# Andauernder Festplattenzugriff (mds Prozess)



## stuffjm (7. März 2011)

Hallo miteinander,
Seit ein paar Wochen braucht mein Mac Pro 10 min nach dem Start bis ich vernünftig mit ihm arbeiten, sprich zum Beispiel den Firefox öffnen kann. Bis dahin läuft die Festplatte im Dauerbetrieb. Die Transferraten sind dabei im niedrigen KB Bereich. Verantwortlich schienen mir die beiden Prozesse "dnsd" und "mds" zu sein. Also hab ich Spotlight neu indizieren lassen, dann abgeschaltet, beide Prozesse deaktiviert und einen ganzen Haufen anderer Sachen ausprobiert, aber nichts hat mir geholfen. Beim Apple Support hat man mir u.a. geraten, dem PRAM & NVRAM + SMC zu resetten, die Festplatte zu formatieren und ein Backup der Timemachine aufzuspielen, hat leider auch nichts gebracht.
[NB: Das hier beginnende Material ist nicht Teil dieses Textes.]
describe('pickChannel', () => {
  const d = expectOk(decodeWav(writeWithWavefile('16', 2, 48000, 10).bytes));

  it('numbers channels from 1', () => {
    const left = pickChannel(d, 1);
    const right = pickChannel(d, 2);
    expect(left.kind === 'ok' && left.samples).toBe(d.channels[0]);
    expect(right.kind === 'ok' && right.samples).toBe(d.channels[1]);
    expect(right.kind === 'ok' && right.channelNumber).toBe(2);
  });

  it('a channel the file does not have', () => {
    const r = pickChannel(d, 3);
    expect(r.kind === 'error' && r.code).toBe('no-such-channel');
    expect(r.kind === 'error' && r.message).toBe('no channel 3: the file has 2 channels, numbered 1 to 2');
    const mono = expectOk(decodeWav(writeWithWavefile('16', 1, 48000, 10).bytes));
    const m = pickChannel(mono, 2);
    expect(m.kind === 'error' && m.message).toBe('no channel 2: the file has only channel 1');
  });

  it.each([0, -1, 1.5, NaN])('channel number %s is misuse and throws', (n) => {
    expect(() => pickChannel(d, n)).toThrow(
      `channelNumber must be an integer ≥ 1 (channels are numbered from 1), got ${n}`,
    );
  });
});
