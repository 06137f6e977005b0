/**
 * The one WAV writer of the tests: float samples in, a RIFF/WAVE file out, in memory or on disk.
 *
 * The bytes come from the npm `wavefile` library (an outside, general-purpose WAV codec), so the project's own
 * reader (dsp/io) is always tested on files it did not write itself. Samples are floats; integer depths are
 * clipped to ±1 and scaled by the format's positive full scale, 2^(bits−1) − 1 (8-bit is unsigned, offset by
 * 128), then rounded: the usual float-to-PCM mapping (Microsoft/IBM "Multimedia Programming Interface and Data
 * Specifications 1.0", 1991, for the layout; the scaling is common practice, no source).
 */
import { mkdtempSync, writeFileSync } from 'node:fs';
import { tmpdir } from 'node:os';
import { join } from 'node:path';
import wavefile from 'wavefile';

/** A sample format: integer PCM of 8, 16, 24 or 32 bits, or 32-bit IEEE float. */
export type WavDepth = '8' | '16' | '24' | '32' | '32f';

/** The integer code of a float sample for `depth` (clipped to ±1); the sample itself for float. */
export function pcmCode(x: number, depth: WavDepth): number {
  if (depth === '32f') return x;
  const c = Math.max(-1, Math.min(1, x));
  if (depth === '8') return Math.round(c * 127 + 128);
  return Math.round(c * (2 ** (Number(depth) - 1) - 1));
}

/**
 * A whole WAV file in memory.
 *
 * @param channels - One array of float samples per channel (all the same length).
 * @param sampleRateHz - Frames per second.
 * @param depth - Sample format; 16-bit PCM unless given.
 * @example wavBytes([tone('sine', 440, 48000, 1)], 48000, '24') // a mono 24-bit file
 */
export function wavBytes(
  channels: readonly ArrayLike<number>[],
  sampleRateHz: number,
  depth: WavDepth = '16',
): Uint8Array {
  if (channels.length === 0) throw new RangeError('wavBytes: channels must hold at least one channel, got 0');
  const coded = channels.map((c) => Array.from(c, (x) => pcmCode(x, depth)));
  const w = new wavefile.WaveFile();
  w.fromScratch(channels.length, sampleRateHz, depth, channels.length === 1 ? coded[0] : coded);
  return w.toBuffer();
}

/** Write a WAV file at `path` (see {@link wavBytes}) and return the path. */
export function writeWavFile(
  path: string,
  channels: readonly ArrayLike<number>[],
  sampleRateHz: number,
  depth: WavDepth = '16',
): string {
  writeFileSync(path, wavBytes(channels, sampleRateHz, depth));
  return path;
}

/** A new empty folder under the system's temporary folder, named `spanmeter-<prefix>-XXXXXX`. */
export function tempDir(prefix: string): string {
  return mkdtempSync(join(tmpdir(), `spanmeter-${prefix}-`));
}
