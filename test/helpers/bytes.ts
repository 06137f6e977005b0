/**
 * Byte builders for hand-made files (RIFF/WAVE and the like): Latin-1 text, little-endian integers, joins.
 * Little-endian as RIFF stores them (Microsoft/IBM "Multimedia Programming Interface and Data Specifications
 * 1.0", 1991).
 */

/** The bytes of a Latin-1 (one byte a character) string, e.g. a chunk id. */
export const latin1 = (s: string): Uint8Array => Uint8Array.from(s, (ch) => ch.charCodeAt(0));

/** An unsigned 32-bit integer, little-endian. */
export function u32le(v: number): Uint8Array {
  const b = new Uint8Array(4);
  new DataView(b.buffer).setUint32(0, v, true);
  return b;
}

/** An unsigned 64-bit integer (exact up to 2^53), little-endian. */
export function u64le(v: number): Uint8Array {
  return concatBytes(u32le(v % 2 ** 32), u32le(Math.floor(v / 2 ** 32)));
}

/** The parts one after the other, in a new array. */
export function concatBytes(...parts: readonly Uint8Array[]): Uint8Array {
  const out = new Uint8Array(parts.reduce((n, p) => n + p.length, 0));
  let at = 0;
  for (const p of parts) {
    out.set(p, at);
    at += p.length;
  }
  return out;
}
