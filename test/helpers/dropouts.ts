/**
 * Tones broken by dropouts, as an interface overrun leaves them (samples cut out, no marker in the data), for
 * the tests of break handling, and the target such a window's reading must meet.
 */
import { expect } from 'vitest';
import { estimatePitch, type PitchOk } from '../../dsp/pitch/index.ts';
import { withDropouts } from '../../dsp/sim/index.ts';
import { addNoise, centsError, tone, type Shape } from '../signals.ts';

/** Sample rate of the broken tones, Hz. */
export const DROPOUT_FS = 48000;

/**
 * One second of a tone at 40 dB SNR with `gapMs` cut out at each of `atSeconds`. The truth is the generator's
 * frequency (a Fourier series, see signals.ts); `breaks` are where the cuts fall, in samples of what remains.
 */
export function brokenSecond(
  shape: Shape,
  hz: number,
  phase: number,
  gapMs: number,
  atSeconds: number[],
  seed: number,
): { samples: Float64Array; breaks: number[] } {
  const x = tone(shape, hz, DROPOUT_FS, 1.2 + (atSeconds.length * gapMs) / 1000, { phase });
  addNoise(x, 40, seed);
  const { samples, breaks } = withDropouts(
    x,
    DROPOUT_FS,
    atSeconds.map((a) => ({ atSeconds: a, seconds: gapMs / 1000 })),
  );
  return { samples: samples.subarray(0, DROPOUT_FS), breaks: breaks.filter((b) => b < DROPOUT_FS) };
}

/**
 * Reads a broken window and checks the dropout target: a reading within 0.01 cent of the generator's
 * frequency (the worst-case target for 0.5–20 ms dropouts) and inside two stated standard
 * uncertainties. Returns the reading for further checks.
 */
export function expectOnDropoutTarget(samples: Float32Array | Float64Array, hz: number): PitchOk {
  const r = estimatePitch(samples, DROPOUT_FS);
  expect(r.kind).toBe('ok');
  if (r.kind !== 'ok') throw new Error(`no reading: ${r.reason}`);
  const e = centsError(r.hz, hz);
  expect(Math.abs(e), `error ${e} cent`).toBeLessThan(0.01);
  expect(Math.abs(e), `error ${e} cent, stated ${r.uncertaintyCents}`).toBeLessThanOrEqual(
    2 * r.uncertaintyCents,
  );
  return r;
}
Bevor ich nun das ganze System neuaufsetze und an die 200 Programm neuinstallier wollte ich nun nachfragen ob jemand eine Idee zu meinem Problem hat.
Alternativ wäre ich über Erfahrungen zum Transferieren aller installierten Programme inkl. Einstellungen (ohne Timemachine) auf ein neu installiertes Snow Leopard dankbar.
In dem Fall würde ich auch gleich das System getrennt vom Rest auf ne SSD packen.
Viele Grüße und vielen Dank,
stuffjm


----------